Fermi estimation is a formalized method of approximating animal numbers, using a few simple calculations and basic arithmetic, and supported by operationally sensible assumptions about the items and resources involved. Such approximations are appropriate for exploratory and demand-based studies, and can be used as a feasibility assessment for any proposed study, whether or not hypothesis testing is required. At a minimum, adequate justification of animal numbers should be based on four main reporting requirements: study focus, a description of one or more assessment variables, a clear description of any calculations performed (“show your work”), and a feasibility assessment. For complex studies and/or multiple experiments, a flow chart showing group sizes, approximate numbers per group, timeframes, key interventions, primary outcomes, experimental and/or humane endpoints, and other information can be helpful for explaining how the total number of animals was determined and the animals were disposed. Investigators should be expected to practically implement the 3Rs, especially for protocols involving unrelieved pain and distress. Submission of protocols with unfeasible numbers of animals should always be discouraged.

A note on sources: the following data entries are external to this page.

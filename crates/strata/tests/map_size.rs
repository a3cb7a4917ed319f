//! The size target for a world-sized base map: about 180 shapes and
//! 10,000 vertices drawn at 800 px make an SVG of at most 150 KB (150,000
//! bytes). A size, not a timing, so it is a test (the timing is in
//! `benches/map.rs`, which draws the same map).

#[path = "common/world.rs"]
mod world;

use strata::{DataBytes, RenderOptions};

fn world_svg() -> String {
    let bytes = world::world().into_bytes();
    let spec = strata::parse_spec(world::SPEC).unwrap();
    let r = strata::render_spec_with_shapes(&spec, None, Some(DataBytes { bytes: &bytes, name: "world.geojson" }), &RenderOptions::default()).unwrap();
    assert!(r.scene.non_finite().is_empty());
    r.svg
}

#[test]
fn the_world_base_map_svg_is_at_most_150_kb() {
    let svg = world_svg();
    if let Ok(p) = std::env::var("STRATA_DUMP_WORLD") {
        std::fs::write(p, &svg).unwrap();
    }
    assert_eq!(svg.matches("aria-label=\"shape: ").count(), world::COLS * world::ROWS, "one labelled path a shape");
    // Before the outlines went on a tenth-of-a-pixel grid: 150,900 bytes.
    assert!(svg.len() <= 150_000, "world base map SVG: {} bytes", svg.len());
    // Still an SVG a renderer outside the project reads (resvg/usvg 0.49).
    let tree = resvg::usvg::Tree::from_str(&svg, &resvg::usvg::Options::default()).expect("valid SVG");
    assert_eq!(tree.size().width(), 800.0);
}
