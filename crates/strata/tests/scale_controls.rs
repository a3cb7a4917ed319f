//! Issue 12, builds: `unpivot`, chosen colours (`scales.color.values`),
//! and category axis control (`order`, `top`, `unit`). Invented data.

use serde_json::Value;
use strata::scene::SceneOptions;
use strata::{render, RenderOptions};

fn draw(spec: &str) -> strata::Rendered {
    render(spec, None, &RenderOptions { scene: SceneOptions { width: 640.0 } }).unwrap_or_else(|e| panic!("{e}"))
}

fn refuse(spec: &str) -> Vec<(String, String, String)> {
    let Err(e) = render(spec, None, &RenderOptions { scene: SceneOptions { width: 640.0 } }) else { panic!("drawn, not refused") };
    e.0.iter().map(|d| (d.code.clone(), d.at.path.clone(), d.hint.clone().unwrap_or_default())).collect()
}

fn marks(r: &strata::Rendered) -> Vec<Value> {
    let s = serde_json::to_value(&r.scene).unwrap();
    fn walk(n: &Value, out: &mut Vec<Value>) {
        if n["type"] == "group" {
            n["children"].as_array().unwrap().iter().for_each(|c| walk(c, out));
        } else if n.get("datum").is_some() {
            out.push(n.clone());
        }
    }
    let mut out = Vec::new();
    s["children"].as_array().unwrap().iter().for_each(|c| walk(c, &mut out));
    out
}

fn texts(r: &strata::Rendered, class: &str) -> Vec<String> {
    r.svg
        .split("<text class=\"")
        .skip(1)
        .filter(|t| t.starts_with(&format!("{class}\"")))
        .map(|t| t.split('>').nth(1).unwrap().split('<').next().unwrap().to_string())
        .collect()
}

const WIDE: &str = r#""data": { "rows": [
    {"station": "North pier", "mar": 30, "jan": 10, "feb": 20},
    {"station": "Lighthouse", "mar": 35, "jan": 15, "feb": null} ] }"#;

#[test]
fn unpivot_turns_wide_columns_into_rows_in_listed_order() {
    let r = draw(&format!(
        r#"{{ {WIDE}, "unpivot": {{ "columns": ["jan", "feb", "mar"], "into": ["month", "rain"] }},
            "layers": [ {{ "draw": "line", "x": "month", "y": "rain", "color": "station" }} ] }}"#
    ));
    // The months keep the listed order on the axis (not the file's mar, jan, feb).
    let ticks = texts(&r, "strata-tick");
    let months: Vec<&String> = ticks.iter().filter(|t| ["jan", "feb", "mar"].contains(&t.as_str())).collect();
    assert_eq!(months, ["jan", "feb", "mar"]);
    assert!(r.table.contains("<th scope=\"col\">month</th>") && r.table.contains("<th scope=\"col\">rain</th>"), "{}", r.table);
    assert!(r.table.contains("(6 rows)"), "{}", r.table);
}

#[test]
fn unpivot_mistakes_point_at_the_spec() {
    let e = refuse(&format!(
        r#"{{ {WIDE}, "unpivot": {{ "columns": ["jan", "fbe"], "into": ["month", "rain"] }}, "layers": [ {{ "draw": "point", "x": "month", "y": "rain" }} ] }}"#
    ));
    assert_eq!((e[0].0.as_str(), e[0].1.as_str()), ("spec.unknown_column", "unpivot.columns[1]"), "{e:?}");
    assert!(e[0].2.contains("did you mean `feb`?"), "{e:?}");
    let e = refuse(&format!(
        r#"{{ {WIDE}, "unpivot": {{ "columns": ["jan"], "into": ["station", "rain"] }}, "layers": [ {{ "draw": "point", "x": "station", "y": "rain" }} ] }}"#
    ));
    assert_eq!((e[0].0.as_str(), e[0].1.as_str()), ("spec.unpivot_into", "unpivot.into[0]"), "{e:?}");
    // The shape check: `into` is two names.
    let e = strata::parse_spec(r#"{ "unpivot": { "columns": ["a"], "into": ["k"] }, "layers": [ { "draw": "point" } ] }"#).unwrap_err();
    assert_eq!(e.0[0].at.path, "unpivot.into", "{e:?}");
}

const GATES: &str = r#""data": { "rows": [
    {"month": "Jan", "gate": "Lane gate", "visitors": 120}, {"month": "Jan", "gate": "River gate", "visitors": 90}, {"month": "Jan", "gate": "Mill gate", "visitors": 60},
    {"month": "Feb", "gate": "Lane gate", "visitors": 150}, {"month": "Feb", "gate": "River gate", "visitors": 80}, {"month": "Feb", "gate": "Mill gate", "visitors": 70} ] }"#;

#[test]
fn chosen_colours_with_other_for_the_rest() {
    let r = draw(&format!(
        r##"{{ {GATES}, "layers": [ {{ "draw": "line", "x": "month", "y": "visitors", "color": "gate" }} ],
            "scales": {{ "color": {{ "values": {{ "Lane gate": "#c2410c", "other": "#9aa3ad" }} }} }} }}"##
    ));
    let lines = marks(&r);
    let stroke = |gate: &str| lines.iter().find(|m| m["datum"]["color"] == gate).unwrap()["stroke"].as_str().unwrap().to_string();
    assert_eq!(stroke("Lane gate"), "#c2410c");
    assert_eq!(stroke("River gate"), "#9aa3ad");
    assert_eq!(stroke("Mill gate"), "#9aa3ad");
    // The legend names the chosen category and gathers the rest as "Other".
    let legend = texts(&r, "strata-legend-label");
    assert_eq!(legend, ["Lane gate", "Other"], "{}", r.svg);
    assert!(r.warnings.is_empty(), "{:?}", r.warnings);
}

#[test]
fn chosen_colours_are_checked() {
    // A category that is not there: a warning with a did-you-mean.
    let r = draw(&format!(
        r##"{{ {GATES}, "layers": [ {{ "draw": "line", "x": "month", "y": "visitors", "color": "gate" }} ],
            "scales": {{ "color": {{ "values": {{ "Lane gat": "#c2410c" }} }} }} }}"##
    ));
    let w: Vec<_> = r.warnings.iter().filter(|w| w.code == "spec.unknown_category").collect();
    assert_eq!(w.len(), 1, "{:?}", r.warnings);
    assert_eq!(w[0].at.path, "scales.color.values.\"Lane gat\"");
    assert!(w[0].hint.as_deref().unwrap().contains("did you mean `Lane gate`?"));
    // Not a colour: refused where it is written.
    let e = strata::parse_spec(&format!(
        r#"{{ {GATES}, "layers": [ {{ "draw": "line", "x": "month", "y": "visitors", "color": "gate" }} ],
            "scales": {{ "color": {{ "values": {{ "Lane gate": "orangeish" }} }} }} }}"#
    ))
    .unwrap_err();
    assert_eq!((e.0[0].code.as_str(), e.0[0].at.path.as_str()), ("spec.bad_color", "scales.color.values.\"Lane gate\""), "{e:?}");
}

const SHOPS: &str = r#""data": { "rows": [
    {"shop": "Bakery", "sales": 40}, {"shop": "Chemist", "sales": 90}, {"shop": "Grocer", "sales": 65},
    {"shop": "Florist", "sales": 10}, {"shop": "Cobbler", "sales": 15} ] }"#;

fn bar_names(r: &strata::Rendered, key: &str) -> Vec<String> {
    let mut bars: Vec<(f64, String)> = marks(r).iter().map(|m| (m["y"].as_f64().unwrap(), m["datum"][key].as_str().unwrap().to_string())).collect();
    bars.sort_by(|a, b| a.0.total_cmp(&b.0));
    bars.into_iter().map(|b| b.1).collect()
}

#[test]
fn order_sorts_categories_by_the_value_drawn() {
    // Horizontal bars, largest on top.
    let r = draw(&format!(r#"{{ {SHOPS}, "layers": [ {{ "draw": "bar", "x": "sales", "y": "shop" }} ], "scales": {{ "y": {{ "order": "descending" }} }} }}"#));
    assert_eq!(bar_names(&r, "y"), ["Chemist", "Grocer", "Bakery", "Cobbler", "Florist"]);
    // Vertical bars, smallest first (left to right).
    let r = draw(&format!(r#"{{ {SHOPS}, "layers": [ {{ "draw": "bar", "x": "shop", "y": "sales" }} ], "scales": {{ "x": {{ "order": "ascending" }} }} }}"#));
    let mut bars: Vec<(f64, String)> = marks(&r).iter().map(|m| (m["x"].as_f64().unwrap(), m["datum"]["x"].as_str().unwrap().to_string())).collect();
    bars.sort_by(|a, b| a.0.total_cmp(&b.0));
    assert_eq!(bars.iter().map(|b| b.1.as_str()).collect::<Vec<_>>(), ["Florist", "Cobbler", "Bakery", "Grocer", "Chemist"]);
}

#[test]
fn top_keeps_the_largest_and_gathers_the_rest() {
    let r = draw(&format!(
        r#"{{ {SHOPS}, "layers": [ {{ "draw": "bar", "x": "sales", "y": "shop" }} ], "scales": {{ "y": {{ "top": 2, "order": "descending" }} }} }}"#
    ));
    assert_eq!(bar_names(&r, "y"), ["Chemist", "Grocer", "Other"]);
    // Other adds up what it gathered: 40 + 10 + 15.
    let other = marks(&r).into_iter().find(|m| m["datum"]["y"] == "Other").unwrap();
    assert_eq!(other["datum"]["x"].as_f64(), Some(65.0));
}

#[test]
fn unit_is_written_once_with_the_value_axis_title() {
    let r = draw(&format!(r#"{{ {SHOPS}, "layers": [ {{ "draw": "bar", "x": "shop", "y": "sales" }} ], "scales": {{ "y": {{ "unit": "£ thousand" }} }} }}"#));
    let titles = texts(&r, "strata-axis-title");
    assert!(titles.contains(&"sales (£ thousand)".to_string()), "{titles:?}");
    let r = draw(&format!(
        r#"{{ {SHOPS}, "layers": [ {{ "draw": "bar", "x": "shop", "y": "sales" }} ], "scales": {{ "y": {{ "title": "", "unit": "£ thousand" }} }} }}"#
    ));
    assert!(texts(&r, "strata-axis-title").contains(&"£ thousand".to_string()));
}

#[test]
fn ticks_may_be_the_values_themselves() {
    // Numbers: exactly the chosen values inside the domain, whatever the room.
    let rows: Vec<String> = (0..=10).map(|i| format!(r#"{{"t": {}, "v": {}}}"#, i * 10, i * 3)).collect();
    let spec = |ticks: &str| {
        format!(
            r#"{{ "data": {{ "rows": [{}] }}, "layers": [ {{ "draw": "line", "x": "t", "y": "v" }} ], "scales": {{ "x": {{ "ticks": {ticks} }} }} }}"#,
            rows.join(",")
        )
    };
    let r = draw(&spec("[0, 25, 50, 100, 400]"));
    let ticks = texts(&r, "strata-tick");
    // The horizontal axis is written first: its labels, then the vertical axis's (0, 5, 10, ...).
    assert_eq!(ticks[..5], ["0", "25", "50", "100", "0"], "{ticks:?}");
    // A count still works as before.
    assert!(render(&spec("4"), None, &RenderOptions::default()).is_ok());
    // Categories: only the named ones are labelled.
    let r = draw(&format!(
        r#"{{ {SHOPS}, "layers": [ {{ "draw": "bar", "x": "shop", "y": "sales" }} ], "scales": {{ "x": {{ "ticks": ["Bakery", "Grocer"] }} }} }}"#
    ));
    let ticks = texts(&r, "strata-tick");
    assert!(ticks.contains(&"Bakery".to_string()) && ticks.contains(&"Grocer".to_string()) && !ticks.contains(&"Chemist".to_string()), "{ticks:?}");
    // Dates on a time axis, labelled by the unit they fall on.
    let days: Vec<String> = (1..=12).map(|m| format!(r#"{{"d": "2024-{m:02}-15", "v": {m}}}"#)).collect();
    let r = draw(&format!(
        r#"{{ "data": {{ "rows": [{}], "types": {{"d": "date"}} }}, "layers": [ {{ "draw": "line", "x": "d", "y": "v" }} ], "scales": {{ "x": {{ "ticks": ["2024-04-01", "2024-10-01"] }} }} }}"#,
        days.join(",")
    ));
    let ticks = texts(&r, "strata-tick");
    assert!(ticks.contains(&"Apr 2024".to_string()) && ticks.contains(&"Oct".to_string()), "{ticks:?}");
    // Not a number on a number axis: refused at the item.
    let e = refuse(&spec(r#"[0, "lots"]"#));
    assert_eq!((e[0].0.as_str(), e[0].1.as_str()), ("spec.bad_ticks", "scales.x.ticks[1]"), "{e:?}");
}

Justification of animal numbers is related explicitly to considerations of animal use and welfare, and is thus an ethical obligation, as well as a requirement of federal funding agencies25. However, due diligence must be exercised by investigators, oversight committees, and reviewers to confirm that numbers proposed are scientifically and operationally valid. Approximation and justification of animal numbers should be based on more objective and verifiable criteria than unsubstantiated assertions based on experience and guesswork. By providing an evidence and fact-based structure for subsequent calculations, Fermi estimation methods can enhance rigor and reproducibility of the proposed research.